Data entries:
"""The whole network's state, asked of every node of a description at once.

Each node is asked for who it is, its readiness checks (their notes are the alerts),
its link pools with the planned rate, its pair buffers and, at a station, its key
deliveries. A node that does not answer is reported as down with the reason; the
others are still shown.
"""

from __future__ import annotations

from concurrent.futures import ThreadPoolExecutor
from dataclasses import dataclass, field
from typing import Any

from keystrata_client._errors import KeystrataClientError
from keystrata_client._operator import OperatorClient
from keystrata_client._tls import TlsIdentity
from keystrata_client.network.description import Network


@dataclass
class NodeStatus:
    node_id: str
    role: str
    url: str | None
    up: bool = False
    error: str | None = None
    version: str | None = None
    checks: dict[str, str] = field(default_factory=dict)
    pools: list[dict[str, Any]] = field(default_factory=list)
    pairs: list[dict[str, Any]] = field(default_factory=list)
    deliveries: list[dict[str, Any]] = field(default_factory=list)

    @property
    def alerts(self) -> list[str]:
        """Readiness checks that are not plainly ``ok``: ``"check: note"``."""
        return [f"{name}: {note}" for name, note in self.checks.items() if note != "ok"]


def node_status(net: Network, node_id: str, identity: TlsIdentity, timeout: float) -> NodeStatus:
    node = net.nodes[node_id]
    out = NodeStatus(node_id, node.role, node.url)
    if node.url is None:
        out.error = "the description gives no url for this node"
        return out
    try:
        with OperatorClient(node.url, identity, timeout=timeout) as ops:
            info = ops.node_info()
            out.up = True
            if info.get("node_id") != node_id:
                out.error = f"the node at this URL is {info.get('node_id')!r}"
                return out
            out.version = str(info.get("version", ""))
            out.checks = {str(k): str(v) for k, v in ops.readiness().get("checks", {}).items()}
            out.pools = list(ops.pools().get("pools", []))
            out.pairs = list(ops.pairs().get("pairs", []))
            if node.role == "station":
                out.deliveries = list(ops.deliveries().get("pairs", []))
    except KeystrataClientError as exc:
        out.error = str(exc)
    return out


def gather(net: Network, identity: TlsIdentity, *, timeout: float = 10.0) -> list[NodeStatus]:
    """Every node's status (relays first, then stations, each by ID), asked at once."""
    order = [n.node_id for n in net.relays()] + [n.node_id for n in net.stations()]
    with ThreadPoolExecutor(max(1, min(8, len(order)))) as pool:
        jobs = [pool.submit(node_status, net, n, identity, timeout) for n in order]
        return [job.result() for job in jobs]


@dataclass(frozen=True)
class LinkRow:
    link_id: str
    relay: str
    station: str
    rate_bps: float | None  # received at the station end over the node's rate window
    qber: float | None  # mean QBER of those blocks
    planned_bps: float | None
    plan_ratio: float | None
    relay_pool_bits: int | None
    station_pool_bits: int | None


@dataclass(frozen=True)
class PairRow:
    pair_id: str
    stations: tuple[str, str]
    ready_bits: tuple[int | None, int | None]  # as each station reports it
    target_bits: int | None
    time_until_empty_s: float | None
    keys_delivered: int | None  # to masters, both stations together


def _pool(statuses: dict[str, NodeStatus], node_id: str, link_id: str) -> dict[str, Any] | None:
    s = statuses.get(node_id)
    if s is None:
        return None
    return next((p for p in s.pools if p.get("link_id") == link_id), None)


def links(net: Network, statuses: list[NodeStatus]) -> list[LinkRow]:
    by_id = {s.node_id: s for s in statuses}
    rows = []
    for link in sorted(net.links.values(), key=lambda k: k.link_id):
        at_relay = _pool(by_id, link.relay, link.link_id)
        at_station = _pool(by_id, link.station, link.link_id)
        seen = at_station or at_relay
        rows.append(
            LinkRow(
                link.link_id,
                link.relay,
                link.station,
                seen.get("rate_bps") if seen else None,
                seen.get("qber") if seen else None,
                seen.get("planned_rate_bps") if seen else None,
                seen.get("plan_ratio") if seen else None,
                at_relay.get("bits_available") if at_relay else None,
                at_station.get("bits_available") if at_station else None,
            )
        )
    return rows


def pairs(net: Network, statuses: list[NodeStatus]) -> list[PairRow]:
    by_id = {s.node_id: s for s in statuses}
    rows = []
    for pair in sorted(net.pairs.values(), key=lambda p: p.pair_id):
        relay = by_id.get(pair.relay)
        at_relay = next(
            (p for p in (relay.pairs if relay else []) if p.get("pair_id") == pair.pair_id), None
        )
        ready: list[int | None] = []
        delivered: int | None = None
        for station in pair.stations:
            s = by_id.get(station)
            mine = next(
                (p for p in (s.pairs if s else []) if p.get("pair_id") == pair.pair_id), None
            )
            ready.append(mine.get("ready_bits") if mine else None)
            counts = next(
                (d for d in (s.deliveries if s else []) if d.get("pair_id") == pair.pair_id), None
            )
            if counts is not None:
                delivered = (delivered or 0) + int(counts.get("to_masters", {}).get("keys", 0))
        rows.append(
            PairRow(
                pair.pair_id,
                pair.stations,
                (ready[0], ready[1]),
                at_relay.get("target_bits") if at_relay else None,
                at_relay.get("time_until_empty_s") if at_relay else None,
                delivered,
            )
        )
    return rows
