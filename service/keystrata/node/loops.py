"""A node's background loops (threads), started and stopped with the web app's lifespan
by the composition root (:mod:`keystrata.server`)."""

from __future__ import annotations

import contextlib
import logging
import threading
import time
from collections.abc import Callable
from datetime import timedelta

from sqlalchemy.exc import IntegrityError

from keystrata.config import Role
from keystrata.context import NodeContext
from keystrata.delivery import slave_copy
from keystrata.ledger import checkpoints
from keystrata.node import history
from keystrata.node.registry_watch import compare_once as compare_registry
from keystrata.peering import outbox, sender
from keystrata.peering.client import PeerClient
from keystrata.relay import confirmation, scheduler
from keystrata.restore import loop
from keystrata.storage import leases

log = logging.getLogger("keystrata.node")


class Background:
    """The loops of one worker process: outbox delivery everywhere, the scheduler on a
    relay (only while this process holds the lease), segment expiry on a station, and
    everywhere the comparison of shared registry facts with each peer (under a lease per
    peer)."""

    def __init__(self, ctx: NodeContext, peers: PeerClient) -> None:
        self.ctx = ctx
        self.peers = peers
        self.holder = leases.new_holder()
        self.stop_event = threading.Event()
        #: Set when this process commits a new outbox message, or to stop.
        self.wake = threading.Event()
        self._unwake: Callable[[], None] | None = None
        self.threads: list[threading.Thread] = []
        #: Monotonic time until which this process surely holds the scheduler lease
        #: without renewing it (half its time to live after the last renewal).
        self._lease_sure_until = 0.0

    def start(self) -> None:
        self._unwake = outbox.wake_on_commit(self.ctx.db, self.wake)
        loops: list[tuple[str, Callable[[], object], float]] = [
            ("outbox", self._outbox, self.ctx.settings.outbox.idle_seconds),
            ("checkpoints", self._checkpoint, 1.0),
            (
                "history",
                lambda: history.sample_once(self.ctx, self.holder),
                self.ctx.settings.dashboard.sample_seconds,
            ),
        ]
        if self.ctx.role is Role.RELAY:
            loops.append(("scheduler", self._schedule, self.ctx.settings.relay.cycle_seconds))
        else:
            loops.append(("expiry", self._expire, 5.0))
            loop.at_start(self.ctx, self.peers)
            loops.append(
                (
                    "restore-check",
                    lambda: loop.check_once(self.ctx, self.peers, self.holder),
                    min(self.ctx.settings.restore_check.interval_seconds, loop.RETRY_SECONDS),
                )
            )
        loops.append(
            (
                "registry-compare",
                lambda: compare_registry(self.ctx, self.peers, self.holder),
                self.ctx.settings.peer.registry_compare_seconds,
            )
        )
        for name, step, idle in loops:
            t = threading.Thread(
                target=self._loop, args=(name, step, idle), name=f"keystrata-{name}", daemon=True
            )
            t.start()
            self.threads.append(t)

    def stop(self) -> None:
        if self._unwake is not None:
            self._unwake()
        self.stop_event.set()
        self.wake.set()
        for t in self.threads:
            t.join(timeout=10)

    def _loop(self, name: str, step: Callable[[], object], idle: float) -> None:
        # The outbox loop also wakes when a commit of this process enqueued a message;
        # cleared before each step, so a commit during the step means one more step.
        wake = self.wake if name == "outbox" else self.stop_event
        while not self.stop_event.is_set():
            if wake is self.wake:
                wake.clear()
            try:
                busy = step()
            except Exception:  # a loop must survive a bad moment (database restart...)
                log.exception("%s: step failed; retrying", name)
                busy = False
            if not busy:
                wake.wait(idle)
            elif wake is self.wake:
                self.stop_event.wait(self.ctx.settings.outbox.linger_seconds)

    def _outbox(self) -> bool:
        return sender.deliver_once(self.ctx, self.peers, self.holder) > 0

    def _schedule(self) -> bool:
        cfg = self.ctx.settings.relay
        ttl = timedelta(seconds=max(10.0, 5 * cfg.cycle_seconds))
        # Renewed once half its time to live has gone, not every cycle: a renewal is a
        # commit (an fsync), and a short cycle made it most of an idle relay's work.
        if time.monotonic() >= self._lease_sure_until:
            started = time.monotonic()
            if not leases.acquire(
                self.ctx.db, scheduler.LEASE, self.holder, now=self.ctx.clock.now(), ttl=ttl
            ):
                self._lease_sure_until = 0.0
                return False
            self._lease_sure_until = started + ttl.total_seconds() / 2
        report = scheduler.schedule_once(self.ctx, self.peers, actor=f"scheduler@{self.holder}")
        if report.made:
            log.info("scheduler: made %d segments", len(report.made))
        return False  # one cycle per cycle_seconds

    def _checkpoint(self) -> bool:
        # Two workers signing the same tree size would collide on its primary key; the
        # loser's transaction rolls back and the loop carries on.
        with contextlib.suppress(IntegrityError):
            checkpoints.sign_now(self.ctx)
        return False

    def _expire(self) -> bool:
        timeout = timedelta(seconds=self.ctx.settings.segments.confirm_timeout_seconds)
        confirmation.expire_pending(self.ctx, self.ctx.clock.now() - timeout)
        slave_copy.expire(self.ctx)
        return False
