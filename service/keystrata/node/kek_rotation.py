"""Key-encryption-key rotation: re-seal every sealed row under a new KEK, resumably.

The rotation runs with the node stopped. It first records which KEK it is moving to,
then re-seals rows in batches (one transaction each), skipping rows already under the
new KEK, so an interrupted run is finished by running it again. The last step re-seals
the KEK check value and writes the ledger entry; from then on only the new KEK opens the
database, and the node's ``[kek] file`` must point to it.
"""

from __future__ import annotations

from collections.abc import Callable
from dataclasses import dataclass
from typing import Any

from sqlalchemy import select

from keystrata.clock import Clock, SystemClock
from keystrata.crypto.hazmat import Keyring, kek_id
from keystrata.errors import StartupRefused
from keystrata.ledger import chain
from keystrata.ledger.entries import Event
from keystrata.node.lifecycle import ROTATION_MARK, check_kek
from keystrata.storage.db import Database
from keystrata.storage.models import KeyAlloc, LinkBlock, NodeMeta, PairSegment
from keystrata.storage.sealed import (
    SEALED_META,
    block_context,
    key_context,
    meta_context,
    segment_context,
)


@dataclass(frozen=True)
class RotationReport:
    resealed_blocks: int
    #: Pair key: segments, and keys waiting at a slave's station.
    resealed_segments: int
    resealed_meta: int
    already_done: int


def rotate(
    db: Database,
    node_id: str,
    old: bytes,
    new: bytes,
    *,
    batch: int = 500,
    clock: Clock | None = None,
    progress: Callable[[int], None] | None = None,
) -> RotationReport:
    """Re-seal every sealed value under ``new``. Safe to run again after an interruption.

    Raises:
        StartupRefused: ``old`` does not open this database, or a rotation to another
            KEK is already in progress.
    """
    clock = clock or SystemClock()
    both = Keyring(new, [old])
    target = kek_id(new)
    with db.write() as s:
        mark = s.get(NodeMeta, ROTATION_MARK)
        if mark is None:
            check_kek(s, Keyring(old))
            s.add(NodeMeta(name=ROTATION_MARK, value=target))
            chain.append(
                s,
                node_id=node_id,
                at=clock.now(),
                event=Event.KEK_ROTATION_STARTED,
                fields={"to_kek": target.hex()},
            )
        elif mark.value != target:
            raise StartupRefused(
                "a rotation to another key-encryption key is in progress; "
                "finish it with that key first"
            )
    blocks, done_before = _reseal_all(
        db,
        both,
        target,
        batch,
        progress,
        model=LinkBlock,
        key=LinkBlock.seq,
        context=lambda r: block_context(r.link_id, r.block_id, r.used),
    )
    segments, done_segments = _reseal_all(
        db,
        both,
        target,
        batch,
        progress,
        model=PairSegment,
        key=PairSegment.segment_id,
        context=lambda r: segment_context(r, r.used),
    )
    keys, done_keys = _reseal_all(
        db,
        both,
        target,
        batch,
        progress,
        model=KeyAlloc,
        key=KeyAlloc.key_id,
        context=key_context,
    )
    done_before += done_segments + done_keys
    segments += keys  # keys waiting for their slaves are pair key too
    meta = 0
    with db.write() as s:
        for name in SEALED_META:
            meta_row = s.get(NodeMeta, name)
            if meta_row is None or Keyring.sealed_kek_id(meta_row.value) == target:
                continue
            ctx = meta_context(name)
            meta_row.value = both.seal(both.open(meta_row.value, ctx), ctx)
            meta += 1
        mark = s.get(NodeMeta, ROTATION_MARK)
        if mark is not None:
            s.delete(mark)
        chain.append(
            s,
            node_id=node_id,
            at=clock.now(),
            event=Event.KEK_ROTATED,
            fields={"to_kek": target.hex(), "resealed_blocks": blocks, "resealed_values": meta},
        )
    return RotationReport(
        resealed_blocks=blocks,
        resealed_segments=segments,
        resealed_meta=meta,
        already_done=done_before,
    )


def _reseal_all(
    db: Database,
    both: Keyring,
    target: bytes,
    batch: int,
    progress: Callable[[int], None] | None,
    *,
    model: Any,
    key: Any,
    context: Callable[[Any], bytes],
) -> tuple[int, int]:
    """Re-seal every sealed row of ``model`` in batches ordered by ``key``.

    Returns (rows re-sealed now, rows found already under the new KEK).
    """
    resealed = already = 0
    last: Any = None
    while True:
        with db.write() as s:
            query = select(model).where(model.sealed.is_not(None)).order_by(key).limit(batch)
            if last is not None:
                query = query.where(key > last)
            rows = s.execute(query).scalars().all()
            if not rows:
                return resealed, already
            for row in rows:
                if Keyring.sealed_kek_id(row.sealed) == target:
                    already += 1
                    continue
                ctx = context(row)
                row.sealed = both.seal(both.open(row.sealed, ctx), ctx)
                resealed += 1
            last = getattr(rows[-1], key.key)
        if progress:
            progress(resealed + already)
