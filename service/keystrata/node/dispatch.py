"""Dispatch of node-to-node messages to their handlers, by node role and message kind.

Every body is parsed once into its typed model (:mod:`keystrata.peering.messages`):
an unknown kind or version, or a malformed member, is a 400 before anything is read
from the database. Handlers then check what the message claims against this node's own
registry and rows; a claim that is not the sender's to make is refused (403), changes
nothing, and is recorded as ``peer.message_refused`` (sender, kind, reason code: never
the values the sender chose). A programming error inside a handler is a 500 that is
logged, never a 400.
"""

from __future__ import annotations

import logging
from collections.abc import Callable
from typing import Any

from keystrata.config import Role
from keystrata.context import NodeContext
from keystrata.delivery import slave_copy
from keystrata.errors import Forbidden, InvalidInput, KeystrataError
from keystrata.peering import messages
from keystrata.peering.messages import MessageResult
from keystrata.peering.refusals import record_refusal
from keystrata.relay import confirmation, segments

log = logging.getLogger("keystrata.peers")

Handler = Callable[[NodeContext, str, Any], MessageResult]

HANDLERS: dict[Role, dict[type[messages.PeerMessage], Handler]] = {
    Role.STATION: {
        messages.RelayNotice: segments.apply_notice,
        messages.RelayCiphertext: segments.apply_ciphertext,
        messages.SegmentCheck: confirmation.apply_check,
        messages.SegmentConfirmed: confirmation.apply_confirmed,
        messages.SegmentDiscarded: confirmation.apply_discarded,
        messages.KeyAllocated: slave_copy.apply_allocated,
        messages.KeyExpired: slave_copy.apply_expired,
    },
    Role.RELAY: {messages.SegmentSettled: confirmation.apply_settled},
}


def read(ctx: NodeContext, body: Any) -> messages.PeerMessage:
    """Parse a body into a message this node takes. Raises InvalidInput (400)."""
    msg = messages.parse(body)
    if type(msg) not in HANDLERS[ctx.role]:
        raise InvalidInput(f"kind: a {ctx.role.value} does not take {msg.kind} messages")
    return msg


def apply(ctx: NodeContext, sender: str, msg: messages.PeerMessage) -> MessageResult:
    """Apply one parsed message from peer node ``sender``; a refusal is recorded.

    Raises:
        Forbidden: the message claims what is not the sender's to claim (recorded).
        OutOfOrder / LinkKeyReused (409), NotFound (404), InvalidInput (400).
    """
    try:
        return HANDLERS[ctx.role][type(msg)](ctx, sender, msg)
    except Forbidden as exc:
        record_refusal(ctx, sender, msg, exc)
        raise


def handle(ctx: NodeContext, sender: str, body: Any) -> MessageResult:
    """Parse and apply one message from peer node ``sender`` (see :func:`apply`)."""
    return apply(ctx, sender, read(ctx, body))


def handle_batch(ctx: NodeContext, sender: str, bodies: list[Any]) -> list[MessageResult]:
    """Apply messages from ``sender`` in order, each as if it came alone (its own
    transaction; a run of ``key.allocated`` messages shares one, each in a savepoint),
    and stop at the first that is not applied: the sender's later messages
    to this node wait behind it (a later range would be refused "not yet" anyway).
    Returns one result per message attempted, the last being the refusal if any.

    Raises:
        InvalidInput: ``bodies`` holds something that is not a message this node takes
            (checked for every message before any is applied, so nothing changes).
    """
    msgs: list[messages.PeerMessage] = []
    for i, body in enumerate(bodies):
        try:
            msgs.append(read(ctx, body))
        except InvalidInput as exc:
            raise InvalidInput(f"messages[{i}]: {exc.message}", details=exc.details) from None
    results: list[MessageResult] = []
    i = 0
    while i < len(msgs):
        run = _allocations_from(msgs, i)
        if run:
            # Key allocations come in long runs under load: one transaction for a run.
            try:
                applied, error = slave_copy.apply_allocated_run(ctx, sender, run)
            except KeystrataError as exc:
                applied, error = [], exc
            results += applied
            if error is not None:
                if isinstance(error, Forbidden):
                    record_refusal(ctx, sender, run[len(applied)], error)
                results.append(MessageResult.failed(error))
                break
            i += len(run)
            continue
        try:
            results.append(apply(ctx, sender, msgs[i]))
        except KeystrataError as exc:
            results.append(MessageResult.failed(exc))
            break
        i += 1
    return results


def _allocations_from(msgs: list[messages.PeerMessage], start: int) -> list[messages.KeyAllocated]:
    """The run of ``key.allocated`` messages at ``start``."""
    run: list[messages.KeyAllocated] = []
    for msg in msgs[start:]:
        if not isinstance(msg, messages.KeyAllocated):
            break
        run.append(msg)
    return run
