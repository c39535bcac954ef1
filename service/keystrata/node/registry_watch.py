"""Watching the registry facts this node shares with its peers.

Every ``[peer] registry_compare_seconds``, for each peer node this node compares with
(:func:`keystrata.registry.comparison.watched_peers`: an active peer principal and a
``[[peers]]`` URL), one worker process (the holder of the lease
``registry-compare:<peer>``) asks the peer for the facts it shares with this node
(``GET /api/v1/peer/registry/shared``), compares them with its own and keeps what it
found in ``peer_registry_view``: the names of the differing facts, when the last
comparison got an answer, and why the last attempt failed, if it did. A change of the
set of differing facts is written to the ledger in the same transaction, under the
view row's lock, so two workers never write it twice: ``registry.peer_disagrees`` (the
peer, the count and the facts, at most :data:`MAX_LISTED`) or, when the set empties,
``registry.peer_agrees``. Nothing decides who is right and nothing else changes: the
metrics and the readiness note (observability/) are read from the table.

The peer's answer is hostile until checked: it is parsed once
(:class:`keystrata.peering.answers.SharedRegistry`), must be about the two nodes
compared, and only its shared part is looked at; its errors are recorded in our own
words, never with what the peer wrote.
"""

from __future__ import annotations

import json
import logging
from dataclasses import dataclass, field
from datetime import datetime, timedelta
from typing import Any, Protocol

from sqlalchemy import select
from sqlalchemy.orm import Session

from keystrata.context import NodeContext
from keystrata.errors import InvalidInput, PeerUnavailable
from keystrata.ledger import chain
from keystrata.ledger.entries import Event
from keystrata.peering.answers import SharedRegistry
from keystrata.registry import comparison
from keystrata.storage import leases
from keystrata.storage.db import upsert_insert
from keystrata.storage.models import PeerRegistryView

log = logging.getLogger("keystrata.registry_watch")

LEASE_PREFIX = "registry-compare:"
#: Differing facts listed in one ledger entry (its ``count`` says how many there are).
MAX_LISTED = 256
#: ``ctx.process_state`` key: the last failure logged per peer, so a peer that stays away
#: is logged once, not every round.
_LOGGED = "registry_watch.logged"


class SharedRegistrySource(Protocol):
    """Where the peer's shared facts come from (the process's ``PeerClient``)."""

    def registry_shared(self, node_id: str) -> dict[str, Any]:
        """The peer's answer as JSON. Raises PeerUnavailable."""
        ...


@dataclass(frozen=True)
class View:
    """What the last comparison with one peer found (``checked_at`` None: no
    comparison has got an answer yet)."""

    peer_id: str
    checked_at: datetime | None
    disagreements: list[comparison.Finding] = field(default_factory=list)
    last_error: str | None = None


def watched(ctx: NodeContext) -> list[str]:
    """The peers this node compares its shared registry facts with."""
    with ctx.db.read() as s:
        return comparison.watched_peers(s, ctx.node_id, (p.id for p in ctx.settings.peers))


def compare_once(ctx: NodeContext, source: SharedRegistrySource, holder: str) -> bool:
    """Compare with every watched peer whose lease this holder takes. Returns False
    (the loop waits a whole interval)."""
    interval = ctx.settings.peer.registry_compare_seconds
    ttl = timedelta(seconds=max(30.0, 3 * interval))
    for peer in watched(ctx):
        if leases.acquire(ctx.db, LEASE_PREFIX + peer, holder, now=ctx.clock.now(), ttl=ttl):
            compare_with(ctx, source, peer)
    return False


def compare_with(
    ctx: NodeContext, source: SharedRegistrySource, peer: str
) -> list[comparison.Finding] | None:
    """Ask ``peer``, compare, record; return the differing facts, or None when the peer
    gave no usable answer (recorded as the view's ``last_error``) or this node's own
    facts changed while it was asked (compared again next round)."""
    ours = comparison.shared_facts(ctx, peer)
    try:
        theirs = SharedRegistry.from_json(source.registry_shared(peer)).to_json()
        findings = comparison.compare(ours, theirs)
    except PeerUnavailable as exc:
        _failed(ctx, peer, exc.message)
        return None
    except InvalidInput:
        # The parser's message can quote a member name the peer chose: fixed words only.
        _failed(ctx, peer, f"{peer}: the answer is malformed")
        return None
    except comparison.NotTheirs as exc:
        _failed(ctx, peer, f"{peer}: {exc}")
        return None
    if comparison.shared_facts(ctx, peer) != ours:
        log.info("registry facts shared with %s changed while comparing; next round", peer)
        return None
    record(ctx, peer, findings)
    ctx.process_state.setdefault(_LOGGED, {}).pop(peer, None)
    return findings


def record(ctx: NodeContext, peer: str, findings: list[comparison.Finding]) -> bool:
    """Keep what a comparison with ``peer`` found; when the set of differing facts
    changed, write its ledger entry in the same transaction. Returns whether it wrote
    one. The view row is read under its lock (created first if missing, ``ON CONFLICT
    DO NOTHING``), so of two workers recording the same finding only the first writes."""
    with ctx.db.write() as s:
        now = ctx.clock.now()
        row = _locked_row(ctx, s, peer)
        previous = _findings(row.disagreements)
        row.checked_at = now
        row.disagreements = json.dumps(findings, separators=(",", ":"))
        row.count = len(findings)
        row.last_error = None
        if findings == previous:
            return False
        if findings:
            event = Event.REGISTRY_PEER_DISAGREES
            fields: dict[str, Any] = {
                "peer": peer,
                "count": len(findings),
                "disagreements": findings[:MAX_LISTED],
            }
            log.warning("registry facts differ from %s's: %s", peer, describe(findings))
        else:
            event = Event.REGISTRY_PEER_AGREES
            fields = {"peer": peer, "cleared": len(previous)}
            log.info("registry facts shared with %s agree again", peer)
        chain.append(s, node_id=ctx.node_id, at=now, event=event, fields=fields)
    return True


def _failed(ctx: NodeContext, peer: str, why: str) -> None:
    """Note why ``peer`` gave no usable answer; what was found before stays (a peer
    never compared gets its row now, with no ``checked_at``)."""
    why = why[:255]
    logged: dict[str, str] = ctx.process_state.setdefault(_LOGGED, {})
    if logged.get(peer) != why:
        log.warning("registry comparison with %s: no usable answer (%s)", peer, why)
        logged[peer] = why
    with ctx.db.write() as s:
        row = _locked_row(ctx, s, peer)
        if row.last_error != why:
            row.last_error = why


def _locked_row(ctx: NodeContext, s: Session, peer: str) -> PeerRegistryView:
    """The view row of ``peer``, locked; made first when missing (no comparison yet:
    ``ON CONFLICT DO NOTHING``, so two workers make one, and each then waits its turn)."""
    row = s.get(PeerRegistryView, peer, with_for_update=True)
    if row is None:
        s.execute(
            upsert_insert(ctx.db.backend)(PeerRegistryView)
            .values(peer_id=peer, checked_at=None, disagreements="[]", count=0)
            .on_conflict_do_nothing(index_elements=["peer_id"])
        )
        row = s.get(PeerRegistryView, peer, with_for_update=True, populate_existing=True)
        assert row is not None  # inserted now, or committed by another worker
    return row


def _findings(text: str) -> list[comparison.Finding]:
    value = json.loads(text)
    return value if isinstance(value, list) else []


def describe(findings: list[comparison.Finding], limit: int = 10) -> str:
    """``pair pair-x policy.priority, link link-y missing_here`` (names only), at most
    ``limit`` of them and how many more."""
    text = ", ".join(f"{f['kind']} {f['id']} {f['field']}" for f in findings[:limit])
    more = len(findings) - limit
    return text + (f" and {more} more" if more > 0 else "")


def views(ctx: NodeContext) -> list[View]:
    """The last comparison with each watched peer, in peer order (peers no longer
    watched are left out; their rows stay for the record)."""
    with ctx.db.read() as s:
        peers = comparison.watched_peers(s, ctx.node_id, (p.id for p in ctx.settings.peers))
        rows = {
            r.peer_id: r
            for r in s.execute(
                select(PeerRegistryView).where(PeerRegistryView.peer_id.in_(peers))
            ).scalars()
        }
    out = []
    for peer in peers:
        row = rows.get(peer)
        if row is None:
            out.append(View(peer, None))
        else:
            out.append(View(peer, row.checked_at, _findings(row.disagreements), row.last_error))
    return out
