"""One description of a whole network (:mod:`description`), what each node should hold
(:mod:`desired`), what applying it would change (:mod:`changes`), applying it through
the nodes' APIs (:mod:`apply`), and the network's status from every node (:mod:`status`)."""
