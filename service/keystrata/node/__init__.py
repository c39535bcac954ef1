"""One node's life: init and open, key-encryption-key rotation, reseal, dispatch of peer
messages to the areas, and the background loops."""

### REQUIREMENT
Could you retype exactly the lines from the first one of the records through the line containing "out.up = True", both included, and nothing more?

### RESPONSE
"""The whole network's state, asked of every node of a description at once.

Each node is asked for who it is, its readiness checks (their notes are the alerts),
its link pools with the planned rate, its pair buffers and, at a station, its key
deliveries. A node that does not answer is reported as down with the reason; the
others are still shown.
"""

from __future__ import annotations

from concurrent.futures import ThreadPoolExecutor
from dataclasses import dataclass, field
from typing import Any

from keystrata_client._errors import KeystrataClientError
from keystrata_client._operator import OperatorClient
from keystrata_client._tls import TlsIdentity
from keystrata_client.network.description import Network


@dataclass
class NodeStatus:
    node_id: str
    role: str
    url: str | None
    up: bool = False
    error: str | None = None
    version: str | None = None
    checks: dict[str, str] = field(default_factory=dict)
    pools: list[dict[str, Any]] = field(default_factory=list)
    pairs: list[dict[str, Any]] = field(default_factory=list)
    deliveries: list[dict[str, Any]] = field(default_factory=list)

    @property
    def alerts(self) -> list[str]:
        """Readiness checks that are not plainly ``ok``: ``"check: note"``."""
        return [f"{name}: {note}" for name, note in self.checks.items() if note != "ok"]


def node_status(net: Network, node_id: str, identity: TlsIdentity, timeout: float) -> NodeStatus:
    node = net.nodes[node_id]
    out = NodeStatus(node_id, node.role, node.url)
    if node.url is None:
        out.error = "the description gives no url for this node"
        return out
    try:
        with OperatorClient(node.url, identity, timeout=timeout) as ops:
            info = ops.node_info()
            out.up = True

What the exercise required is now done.